_DATA FOR ANALYSIS_
◆ ◆ ◆

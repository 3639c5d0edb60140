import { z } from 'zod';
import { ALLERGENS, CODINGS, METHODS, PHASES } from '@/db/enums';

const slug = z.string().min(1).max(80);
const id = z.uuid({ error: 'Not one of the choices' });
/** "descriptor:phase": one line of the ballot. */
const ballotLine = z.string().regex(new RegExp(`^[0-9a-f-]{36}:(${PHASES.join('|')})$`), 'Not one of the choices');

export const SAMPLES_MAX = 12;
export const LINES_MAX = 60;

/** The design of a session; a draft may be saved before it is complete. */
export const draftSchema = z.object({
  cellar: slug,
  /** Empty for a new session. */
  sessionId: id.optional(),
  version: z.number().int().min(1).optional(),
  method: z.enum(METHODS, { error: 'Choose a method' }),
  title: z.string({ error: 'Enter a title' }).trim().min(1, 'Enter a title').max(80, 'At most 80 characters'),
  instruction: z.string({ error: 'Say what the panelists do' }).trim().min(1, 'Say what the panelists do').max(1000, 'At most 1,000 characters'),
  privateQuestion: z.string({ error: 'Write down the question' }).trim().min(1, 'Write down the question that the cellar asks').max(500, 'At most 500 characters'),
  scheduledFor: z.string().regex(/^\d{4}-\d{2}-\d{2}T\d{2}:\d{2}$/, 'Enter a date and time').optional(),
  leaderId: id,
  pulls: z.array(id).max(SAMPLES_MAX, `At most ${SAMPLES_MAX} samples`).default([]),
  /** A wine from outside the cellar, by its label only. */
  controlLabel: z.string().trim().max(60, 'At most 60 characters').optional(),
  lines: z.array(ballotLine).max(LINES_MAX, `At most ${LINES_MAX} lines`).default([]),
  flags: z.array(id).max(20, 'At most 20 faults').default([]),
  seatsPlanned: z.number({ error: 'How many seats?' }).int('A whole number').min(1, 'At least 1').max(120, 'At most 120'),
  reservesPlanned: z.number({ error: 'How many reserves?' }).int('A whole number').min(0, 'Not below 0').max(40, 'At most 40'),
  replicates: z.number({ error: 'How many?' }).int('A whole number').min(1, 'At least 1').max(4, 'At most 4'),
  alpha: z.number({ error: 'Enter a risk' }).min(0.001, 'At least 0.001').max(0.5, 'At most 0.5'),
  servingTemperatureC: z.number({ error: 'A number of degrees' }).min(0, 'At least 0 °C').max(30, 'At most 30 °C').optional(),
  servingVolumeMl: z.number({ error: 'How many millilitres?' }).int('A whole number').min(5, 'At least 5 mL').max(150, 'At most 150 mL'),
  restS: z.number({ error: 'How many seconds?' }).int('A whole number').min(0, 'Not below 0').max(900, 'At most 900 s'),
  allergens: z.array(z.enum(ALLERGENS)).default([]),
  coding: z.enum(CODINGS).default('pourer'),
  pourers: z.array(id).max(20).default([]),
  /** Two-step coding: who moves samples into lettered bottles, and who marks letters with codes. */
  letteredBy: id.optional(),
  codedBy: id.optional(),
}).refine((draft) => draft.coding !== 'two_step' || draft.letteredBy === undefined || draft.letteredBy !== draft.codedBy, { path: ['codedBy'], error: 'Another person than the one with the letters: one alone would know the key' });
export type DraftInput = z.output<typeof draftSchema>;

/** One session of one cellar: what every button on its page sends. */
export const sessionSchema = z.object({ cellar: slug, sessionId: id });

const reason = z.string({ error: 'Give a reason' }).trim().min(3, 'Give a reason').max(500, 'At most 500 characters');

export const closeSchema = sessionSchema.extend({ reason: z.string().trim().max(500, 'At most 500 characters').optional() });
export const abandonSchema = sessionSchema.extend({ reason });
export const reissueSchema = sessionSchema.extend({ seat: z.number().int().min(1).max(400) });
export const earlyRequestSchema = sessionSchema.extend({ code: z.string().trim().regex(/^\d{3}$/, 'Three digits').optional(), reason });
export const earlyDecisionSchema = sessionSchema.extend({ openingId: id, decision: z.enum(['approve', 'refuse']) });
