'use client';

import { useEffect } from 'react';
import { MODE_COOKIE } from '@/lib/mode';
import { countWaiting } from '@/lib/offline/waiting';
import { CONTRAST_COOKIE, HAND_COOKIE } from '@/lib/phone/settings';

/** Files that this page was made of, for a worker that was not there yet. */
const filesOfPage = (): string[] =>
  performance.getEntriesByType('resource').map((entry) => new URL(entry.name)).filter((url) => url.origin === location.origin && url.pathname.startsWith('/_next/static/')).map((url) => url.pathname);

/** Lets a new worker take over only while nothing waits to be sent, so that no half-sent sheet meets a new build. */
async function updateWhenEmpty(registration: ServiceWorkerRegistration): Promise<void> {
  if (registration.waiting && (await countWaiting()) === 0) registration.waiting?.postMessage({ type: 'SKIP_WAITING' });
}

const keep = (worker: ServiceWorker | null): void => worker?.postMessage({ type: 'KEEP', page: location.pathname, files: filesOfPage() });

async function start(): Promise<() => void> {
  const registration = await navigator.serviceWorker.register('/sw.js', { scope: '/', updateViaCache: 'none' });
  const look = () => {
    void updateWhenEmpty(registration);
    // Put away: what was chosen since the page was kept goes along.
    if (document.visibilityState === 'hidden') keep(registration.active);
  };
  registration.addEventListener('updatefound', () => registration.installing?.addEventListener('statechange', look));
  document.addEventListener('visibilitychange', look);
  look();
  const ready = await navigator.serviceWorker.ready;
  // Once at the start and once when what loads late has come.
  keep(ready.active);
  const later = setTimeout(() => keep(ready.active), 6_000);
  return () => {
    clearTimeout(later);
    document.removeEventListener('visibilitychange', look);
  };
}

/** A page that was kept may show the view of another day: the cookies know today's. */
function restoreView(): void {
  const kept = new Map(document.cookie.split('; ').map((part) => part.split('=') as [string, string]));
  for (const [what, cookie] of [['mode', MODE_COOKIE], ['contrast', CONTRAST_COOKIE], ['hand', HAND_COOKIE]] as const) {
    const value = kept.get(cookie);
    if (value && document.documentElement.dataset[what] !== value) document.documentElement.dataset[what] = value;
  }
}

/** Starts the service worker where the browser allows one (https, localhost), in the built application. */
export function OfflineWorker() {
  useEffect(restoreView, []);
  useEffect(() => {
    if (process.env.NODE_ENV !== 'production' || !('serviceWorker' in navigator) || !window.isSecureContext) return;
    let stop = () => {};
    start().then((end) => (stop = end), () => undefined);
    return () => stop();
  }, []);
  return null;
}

◆ ◆ ◆

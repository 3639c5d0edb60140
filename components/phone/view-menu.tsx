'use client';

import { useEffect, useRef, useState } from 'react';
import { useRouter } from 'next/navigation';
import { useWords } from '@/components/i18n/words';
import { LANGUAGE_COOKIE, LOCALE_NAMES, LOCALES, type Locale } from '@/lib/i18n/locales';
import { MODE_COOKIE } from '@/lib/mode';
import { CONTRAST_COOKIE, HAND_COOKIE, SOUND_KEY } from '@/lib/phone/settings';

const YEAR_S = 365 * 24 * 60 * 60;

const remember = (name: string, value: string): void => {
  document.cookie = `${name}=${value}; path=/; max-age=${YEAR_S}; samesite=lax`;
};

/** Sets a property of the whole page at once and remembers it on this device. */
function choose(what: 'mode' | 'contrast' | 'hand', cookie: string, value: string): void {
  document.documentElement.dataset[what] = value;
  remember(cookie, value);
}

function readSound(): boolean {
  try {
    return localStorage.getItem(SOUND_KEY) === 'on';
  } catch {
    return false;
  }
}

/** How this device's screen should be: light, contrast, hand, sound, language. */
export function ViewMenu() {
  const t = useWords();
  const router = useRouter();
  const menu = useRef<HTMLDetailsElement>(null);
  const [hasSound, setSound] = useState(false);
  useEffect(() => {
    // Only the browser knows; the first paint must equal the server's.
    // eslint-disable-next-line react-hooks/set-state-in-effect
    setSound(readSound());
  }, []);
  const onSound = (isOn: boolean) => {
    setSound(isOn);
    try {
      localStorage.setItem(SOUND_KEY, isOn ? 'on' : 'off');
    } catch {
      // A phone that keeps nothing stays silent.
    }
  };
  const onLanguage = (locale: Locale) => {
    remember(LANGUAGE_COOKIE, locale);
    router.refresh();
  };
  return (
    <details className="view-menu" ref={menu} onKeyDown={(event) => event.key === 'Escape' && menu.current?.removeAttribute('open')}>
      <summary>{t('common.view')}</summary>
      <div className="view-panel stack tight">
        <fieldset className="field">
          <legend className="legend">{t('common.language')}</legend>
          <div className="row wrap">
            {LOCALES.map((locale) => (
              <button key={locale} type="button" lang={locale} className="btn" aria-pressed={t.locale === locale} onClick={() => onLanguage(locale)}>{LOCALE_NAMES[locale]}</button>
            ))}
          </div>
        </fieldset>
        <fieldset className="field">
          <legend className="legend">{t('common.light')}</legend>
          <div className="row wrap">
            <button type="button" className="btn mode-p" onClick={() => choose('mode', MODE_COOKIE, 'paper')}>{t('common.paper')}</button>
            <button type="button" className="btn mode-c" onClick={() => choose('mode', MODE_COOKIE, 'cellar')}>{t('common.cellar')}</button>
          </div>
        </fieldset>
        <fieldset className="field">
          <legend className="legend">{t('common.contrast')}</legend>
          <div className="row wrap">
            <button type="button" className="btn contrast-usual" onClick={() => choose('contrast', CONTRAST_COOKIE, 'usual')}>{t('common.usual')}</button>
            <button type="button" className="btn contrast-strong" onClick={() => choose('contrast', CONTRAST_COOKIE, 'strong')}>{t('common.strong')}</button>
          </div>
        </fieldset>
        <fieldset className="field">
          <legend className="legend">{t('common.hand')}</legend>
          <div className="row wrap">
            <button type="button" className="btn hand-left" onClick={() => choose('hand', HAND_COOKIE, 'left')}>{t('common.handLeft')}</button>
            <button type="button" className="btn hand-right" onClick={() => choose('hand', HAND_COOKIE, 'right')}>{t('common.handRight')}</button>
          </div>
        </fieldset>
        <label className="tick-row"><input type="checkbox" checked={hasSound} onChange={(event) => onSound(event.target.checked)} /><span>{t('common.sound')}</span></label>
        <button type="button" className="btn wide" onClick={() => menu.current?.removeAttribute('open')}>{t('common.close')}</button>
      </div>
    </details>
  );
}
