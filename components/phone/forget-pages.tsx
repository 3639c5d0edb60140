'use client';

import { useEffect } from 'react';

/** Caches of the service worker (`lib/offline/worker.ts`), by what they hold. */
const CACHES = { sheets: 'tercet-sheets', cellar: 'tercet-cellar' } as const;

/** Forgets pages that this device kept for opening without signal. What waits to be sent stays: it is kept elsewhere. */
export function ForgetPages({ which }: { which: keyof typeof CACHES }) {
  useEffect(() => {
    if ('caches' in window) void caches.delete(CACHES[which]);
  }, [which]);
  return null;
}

◆ ◆ ◆

_ACTIVITY_
Please return the lines above that run from the line containing "function choose(what: 'mode'" to the line containing "sound, language. */", inclusive, exactly and with no other lines.

_ANSWER AREA_
function choose(what: 'mode' | 'contrast' | 'hand', cookie: string, value: string): void {
  document.documentElement.dataset[what] = value;
  remember(cookie, value);
}

function readSound(): boolean {
  try {
    return localStorage.getItem(SOUND_KEY) === 'on';
  } catch {
    return false;
  }
}

/** How this device's screen should be: light, contrast, hand, sound, language. */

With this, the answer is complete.